**PROBLEM**
Line by line, repeat all the material exactly as it appears.

[MATERIAL PROVIDED]

def _reported(analysis: Analysis) -> list[CaseResult]:
    """Results for the report and drawing: none when a combination buckles
    (never solved into nonsense), else the cases, combinations and the
    second-order results."""
    if analysis.buckled is not None:
        return []
    return analysis.results + (analysis.further.results if analysis.further is not None else [])


def _further_layer_names(analysis: Analysis) -> list[str]:
    """The buckling, moving and influence layers (kept out of the preview's
    diagram panels)."""
    from .draw import further_layer_names

    return list(further_layer_names(analysis.settings.output_layers).values())


def _buckling_message(b) -> str:
    return (f"combination {b.name} buckles: its load reaches the elastic critical load (alpha_cr = "
            f"{b.alpha_cr:.3g} <= 1); no results, the buckled shape is drawn")


def _write_buckled(source: Path, out: Path, analysis: Analysis) -> None:
    from .draw import write_buckling_drawing

    write_buckling_drawing(source, out, analysis.model, analysis.determinacy, analysis.further.stability,
                           layers=analysis.settings.output_layers, document=analysis.document,
                           text_height=analysis.settings.text_height_for(analysis.model.unit_scale))


def _further_layers(analysis: Analysis):
    """The writer's ``extra``: buckled shape, vehicle axles, influence lines
    (looked up when the writer calls it: a check run on the second core is
    collected by then)."""
    def draw(doc, content):
        fu = analysis.further
        if fu is None or (fu.stability is None and fu.moving is None):
            return None
        from .draw import annotate_further

        return annotate_further(doc, analysis.model, fu.stability, fu.moving,
                                layers=analysis.settings.output_layers, content=content,
                                text_height=analysis.settings.text_height_for(analysis.model.unit_scale))
    return draw


def _add_further(rep: dict, analysis: Analysis, force_u: str, length_u: str, influence_csv: Path | None) -> None:
    """The report's "second_order" and "moving" sections; the influence CSV."""
    fu = analysis.further
    if fu is None:
        return
    from .further import write_influence_csv
    from .report import unit_factors

    uf = unit_factors(force_u, length_u)
    fu.add_to_report(rep, analysis.model.frame, uf)
    if influence_csv is not None and fu.moving is not None and fu.moving.influence:
        write_influence_csv(fu.moving, influence_csv, uf)


def solve_file(source: Path | str, req: SolveRequest) -> FileOutcome:
    """Run the whole ``solve`` command on one drawing; never raises for bad input.

    Outputs are written into a hidden staging folder beside the result
    drawing and swapped in as one set only when all of them are complete
    (:class:`~dxf2frame.staging.OutputSet`): every target folder is checked
    writable before the first move, the previous outputs are kept aside
    until every move succeeded and put back on a failure.  So a run either
    replaces the whole previous set or leaves it complete and unchanged, and
    bad input leaves nothing behind.  An output that cannot be written (a
    read-only folder, a full disk, the file size limit) is status "cannot
    write", :data:`EXIT_CANNOT_WRITE`.  The input drawing is only read.

    With the revision history on (``req.history``, else the settings'
    ``[history] record``) the finished report is recorded in the history
    of the drawing's folder once the output set is committed
    (:mod:`dxf2frame.revisions.history`); a history that cannot be written
    is a warning of the outcome, never a failed solve.

    The cyclic garbage collector is paused for the run: an ezdxf document is
    millions of small objects that every full collection walks again, while
    reference counting frees what the run drops anyway.
    """
    was_enabled = gc.isenabled()
    gc.disable()
    try:
        return _solve_file(source, req)
    finally:
        if was_enabled:
            gc.enable()


def _solve_file(source: Path | str, req: SolveRequest) -> FileOutcome:
    """:func:`solve_file` with the collector paused: prepare (every check of
    bad input before anything is written), write the output set, record the
    outcome; every failure becomes the outcome's status."""
    source = Path(source)
    t_start = time.perf_counter()
    outcome = FileOutcome(source=str(source), status="ok", exit_code=EXIT_OK)
    done = False
    try:
        run = _prepare(source, req, outcome)
        committed, governing, rep = _write_outputs(run, req, outcome)
        outcome.outputs = [str(t) for t in committed]
        _record_history(run.source, req, run.settings, run.analysis, rep, run.digest, run.paths["report"],
                        outcome.warnings)
        _record(outcome, run.analysis, governing)
        done = True
    except CannotWriteError as exc:
        outcome.status, outcome.exit_code, outcome.message = "cannot write", EXIT_CANNOT_WRITE, one_line(str(exc))
    except Dxf2FrameError as exc:
        outcome.status, outcome.exit_code, outcome.message = "bad input", EXIT_BAD_INPUT, one_line(str(exc))
    except Exception as exc:  # noqa: BLE001 - a batch must survive anything
        outcome.status, outcome.exit_code = "internal error", EXIT_INTERNAL
        outcome.message = one_line(f"{type(exc).__name__}: {exc}")
        outcome.traceback = traceback.format_exc()
    finally:
        if not done:  # also on KeyboardInterrupt: the staging is gone, the previous outputs kept
            outcome.outputs = []
    outcome.seconds = time.perf_counter() - t_start
    return outcome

[/MATERIAL PROVIDED]

**TASK ANSWER**
def _reported(analysis: Analysis) -> list[CaseResult]:
    """Results for the report and drawing: none when a combination buckles
    (never solved into nonsense), else the cases, combinations and the
    second-order results."""
    if analysis.buckled is not None:
        return []
    return analysis.results + (analysis.further.results if analysis.further is not None else [])


def _further_layer_names(analysis: Analysis) -> list[str]:
    """The buckling, moving and influence layers (kept out of the preview's
    diagram panels)."""
    from .draw import further_layer_names

    return list(further_layer_names(analysis.settings.output_layers).values())


def _buckling_message(b) -> str:
    return (f"combination {b.name} buckles: its load reaches the elastic critical load (alpha_cr = "
            f"{b.alpha_cr:.3g} <= 1); no results, the buckled shape is drawn")


def _write_buckled(source: Path, out: Path, analysis: Analysis) -> None:
    from .draw import write_buckling_drawing

    write_buckling_drawing(source, out, analysis.model, analysis.determinacy, analysis.further.stability,
                           layers=analysis.settings.output_layers, document=analysis.document,
                           text_height=analysis.settings.text_height_for(analysis.model.unit_scale))


def _further_layers(analysis: Analysis):
    """The writer's ``extra``: buckled shape, vehicle axles, influence lines
    (looked up when the writer calls it: a check run on the second core is
    collected by then)."""
    def draw(doc, content):
        fu = analysis.further
        if fu is None or (fu.stability is None and fu.moving is None):
            return None
        from .draw import annotate_further

        return annotate_further(doc, analysis.model, fu.stability, fu.moving,
                                layers=analysis.settings.output_layers, content=content,
                                text_height=analysis.settings.text_height_for(analysis.model.unit_scale))
    return draw


def _add_further(rep: dict, analysis: Analysis, force_u: str, length_u: str, influence_csv: Path | None) -> None:
    """The report's "second_order" and "moving" sections; the influence CSV."""
    fu = analysis.further
    if fu is None:
        return
    from .further import write_influence_csv
    from .report import unit_factors

    uf = unit_factors(force_u, length_u)
    fu.add_to_report(rep, analysis.model.frame, uf)
    if influence_csv is not None and fu.moving is not None and fu.moving.influence:
        write_influence_csv(fu.moving, influence_csv, uf)


def solve_file(source: Path | str, req: SolveRequest) -> FileOutcome:
    """Run the whole ``solve`` command on one drawing; never raises for bad input.

    Outputs are written into a hidden staging folder beside the result
    drawing and swapped in as one set only when all of them are complete
    (:class:`~dxf2frame.staging.OutputSet`): every target folder is checked
    writable before the first move, the previous outputs are kept aside
    until every move succeeded and put back on a failure.  So a run either
    replaces the whole previous set or leaves it complete and unchanged, and
    bad input leaves nothing behind.  An output that cannot be written (a
    read-only folder, a full disk, the file size limit) is status "cannot
    write", :data:`EXIT_CANNOT_WRITE`.  The input drawing is only read.

    With the revision history on (``req.history``, else the settings'
    ``[history] record``) the finished report is recorded in the history
    of the drawing's folder once the output set is committed
    (:mod:`dxf2frame.revisions.history`); a history that cannot be written
    is a warning of the outcome, never a failed solve.

    The cyclic garbage collector is paused for the run: an ezdxf document is
    millions of small objects that every full collection walks again, while
    reference counting frees what the run drops anyway.
    """
    was_enabled = gc.isenabled()
    gc.disable()
    try:
        return _solve_file(source, req)
    finally:
        if was_enabled:
            gc.enable()


def _solve_file(source: Path | str, req: SolveRequest) -> FileOutcome:
    """:func:`solve_file` with the collector paused: prepare (every check of
    bad input before anything is written), write the output set, record the
    outcome; every failure becomes the outcome's status."""
    source = Path(source)
    t_start = time.perf_counter()
    outcome = FileOutcome(source=str(source), status="ok", exit_code=EXIT_OK)
    done = False
    try:
        run = _prepare(source, req, outcome)
        committed, governing, rep = _write_outputs(run, req, outcome)
        outcome.outputs = [str(t) for t in committed]
        _record_history(run.source, req, run.settings, run.analysis, rep, run.digest, run.paths["report"],
                        outcome.warnings)
        _record(outcome, run.analysis, governing)
        done = True
    except CannotWriteError as exc:
        outcome.status, outcome.exit_code, outcome.message = "cannot write", EXIT_CANNOT_WRITE, one_line(str(exc))
    except Dxf2FrameError as exc:
        outcome.status, outcome.exit_code, outcome.message = "bad input", EXIT_BAD_INPUT, one_line(str(exc))
    except Exception as exc:  # noqa: BLE001 - a batch must survive anything
        outcome.status, outcome.exit_code = "internal error", EXIT_INTERNAL
        outcome.message = one_line(f"{type(exc).__name__}: {exc}")
        outcome.traceback = traceback.format_exc()
    finally:
        if not done:  # also on KeyboardInterrupt: the staging is gone, the previous outputs kept
            outcome.outputs = []
    outcome.seconds = time.perf_counter() - t_start
    return outcome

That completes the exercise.